Barack Obama began a 10-day trip to stress the urgency of curbing climate change.

Lake Tahoe, Nev.:  U.S. President Barack Obama said on Wednesday that preserving natural places would help the world adapt to warming temperatures as he began a 10-day trip to stress the urgency of curbing climate change and attend a G20 meeting in China.

"The challenges of conservation and combating climate change are connected, they're linked," Obama said during a stop in Lake Tahoe, the deep alpine lake in the Sierra Nevada mountains on the Nevada-California border.

He was interrupted by protesters yelling: "Keep it in the ground," a campaign to limit fossil fuel production.

Obama, who is racing to cement his legacy on climate change before his presidency ends on Jan. 20, will venture to the Midway Atoll on Thursday, deep inside the Papahanaumokuakea Marine National Monument, where he expanded protections last week.

The tour leads up to a meeting in China on Saturday with Chinese President Xi Jinping, who is hosting the G20 group of leading economies.

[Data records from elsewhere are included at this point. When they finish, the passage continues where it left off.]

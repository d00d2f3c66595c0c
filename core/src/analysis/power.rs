//! Power indices and rule properties derived from an engine's exact counts.
//!
//! Engines fill one [`MemberCounts`] per member and one [`RuleCounts`]; a
//! [`PowerTable`] turns them into indices. Counts are exact integers; indices
//! are `f64` computed from them (ratios of huge counts are taken on
//! mantissa/exponent pairs, so they stay finite for any member count).
//! Each index is O(1), the normalized ones O(n); no heap, and no integer
//! arithmetic that could overflow (only `f64` ratios of exact counts).
//!
//! Definitions (n members, W winning and L losing coalitions, η_i the swings
//! of i: winning coalitions that lose without i):
//!
//! | index | formula | source |
//! | --- | --- | --- |
//! | normalized Banzhaf | η_i / Σ η_j | Banzhaf 1965 |
//! | absolute Banzhaf (Penrose) | η_i / 2^(n-1) | Penrose 1946 |
//! | Shapley-Shubik | Σ_S (|S|-1)!(n-|S|)!/n! over S where i is a swing | Shapley & Shubik 1954 |
//! | Coleman power to prevent | η_i / W | Coleman 1971 |
//! | Coleman power to initiate | η_i / L | Coleman 1971 |
//! | power of the collectivity to act | W / 2^n | Coleman 1971 |
//! | Johnston | Σ_S 1/κ(S) over winning S where i is a swing, κ(S) = swings in S, normalized | Johnston 1978 |
//! | Deegan-Packel | (1/|M|) Σ_{S∈M, i∈S} 1/|S|, M = minimal winning coalitions | Deegan & Packel 1978 |
//! | Holler public good | m_i / Σ m_j, m_i = minimal winning coalitions containing i | Holler 1982 |

use crate::engine::{MemberCounts, RuleCounts};
use crate::model::count::{ratio, scaled, Counter};

/// Indices of all members, from an engine's counts.
#[derive(Clone, Copy, Debug)]
pub struct PowerTable<'a, C> {
    /// Rule-level counts.
    pub rule: &'a RuleCounts<C>,
    /// One entry per member, in member order.
    pub members: &'a [MemberCounts<C>],
}

impl<'a, C: Counter> PowerTable<'a, C> {
    /// Pairs the two halves of an engine's output.
    pub fn new(rule: &'a RuleCounts<C>, members: &'a [MemberCounts<C>]) -> Self {
        PowerTable { rule, members }
    }

    fn member(&self, i: usize) -> MemberCounts<C> {
        self.members.get(i).copied().unwrap_or(MemberCounts::EMPTY)
    }

    /// Absolute Banzhaf (Penrose) measure: swings / 2^(n-1).
    pub fn penrose(&self, i: usize) -> f64 {
        scaled(self.member(i).swings, self.rule.members.saturating_sub(1))
    }

    /// Normalized Banzhaf index; 0 for every member when nobody swings.
    pub fn banzhaf(&self, i: usize) -> f64 {
        let total = (0..self.members.len())
            .map(|j| self.penrose(j))
            .fold(0.0, |a, b| a + b);
        if total == 0.0 {
            0.0
        } else {
            self.penrose(i) / total
        }
    }

    /// Shapley-Shubik index (0 for every member when the engine was asked
    /// for swings only; see [`Self::has_shapley_shubik`]).
    pub fn shapley_shubik(&self, i: usize) -> f64 {
        self.member(i).shapley_shubik
    }

    /// Whether Shapley-Shubik values were computed.
    pub fn has_shapley_shubik(&self) -> bool {
        self.rule.shapley_shubik
    }

    /// Shapley-Shubik index as an exact fraction `(numerator, n!)`, when it fits.
    pub fn shapley_shubik_exact(&self, i: usize) -> Option<(C, C)> {
        Some((self.member(i).shapley_shubik_numerator?, self.rule.factorial?))
    }

    /// Coleman's power to prevent action: swings / W.
    pub fn coleman_prevent(&self, i: usize) -> f64 {
        ratio(self.member(i).swings, self.rule.winning)
    }

    /// Coleman's power to initiate action: swings / L.
    pub fn coleman_initiate(&self, i: usize) -> f64 {
        ratio(self.member(i).swings, self.rule.losing)
    }

    /// Johnston index, when the engine computed it.
    pub fn johnston(&self, i: usize) -> Option<f64> {
        normalized(self.members, i, |m| m.johnston_raw)
    }

    /// Deegan-Packel index, when the engine computed it.
    pub fn deegan_packel(&self, i: usize) -> Option<f64> {
        let raw = self.member(i).deegan_packel_raw?;
        let m = self.rule.minimal_winning?;
        if m.is_zero() {
            return Some(0.0);
        }
        Some(raw / scaled(m, self.rule.members))
    }

    /// Holler public good index, when the engine computed it.
    pub fn public_good(&self, i: usize) -> Option<f64> {
        let n = self.rule.members;
        normalized(self.members, i, |m| m.minimal_winning.map(|c| scaled(c, n)))
    }

    /// The member never swings: a dummy.
    pub fn is_dummy(&self, i: usize) -> bool {
        self.member(i).swings.is_zero()
    }

    /// The member belongs to every winning coalition.
    pub fn is_veto(&self, i: usize) -> bool {
        self.member(i).veto
    }

    /// The member decides alone.
    pub fn is_dictator(&self, i: usize) -> bool {
        self.member(i).dictator
    }
}

fn normalized<C: Counter>(
    members: &[MemberCounts<C>],
    i: usize,
    raw: impl Fn(&MemberCounts<C>) -> Option<f64>,
) -> Option<f64> {
    let mine = raw(members.get(i)?)?;
    let mut total = 0.0;
    for m in members {
        total += raw(m)?;
    }
    Some(if total == 0.0 { 0.0 } else { mine / total })
}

Obama and Xi worked together last year to secure a global deal in Paris to cut carbon emissions and are expected to take the next steps soon to help bring the agreement into force.

At a Nevada summit on the health of Lake Tahoe, whose average surface temperature reached an all-time recorded high last year, Obama said he was proud his administration had invested in solar and wind power.

"These investments have helped drive down the cost of clean power so it's finally cheaper than dirty power in a lot of places," Obama said.

"It's been the smart and right thing to do," he said.

Green groups have urged Obama not to rest on his laurels. The U.S. Supreme Court put his plan to slash carbon emissions from power plants on hold earlier this year.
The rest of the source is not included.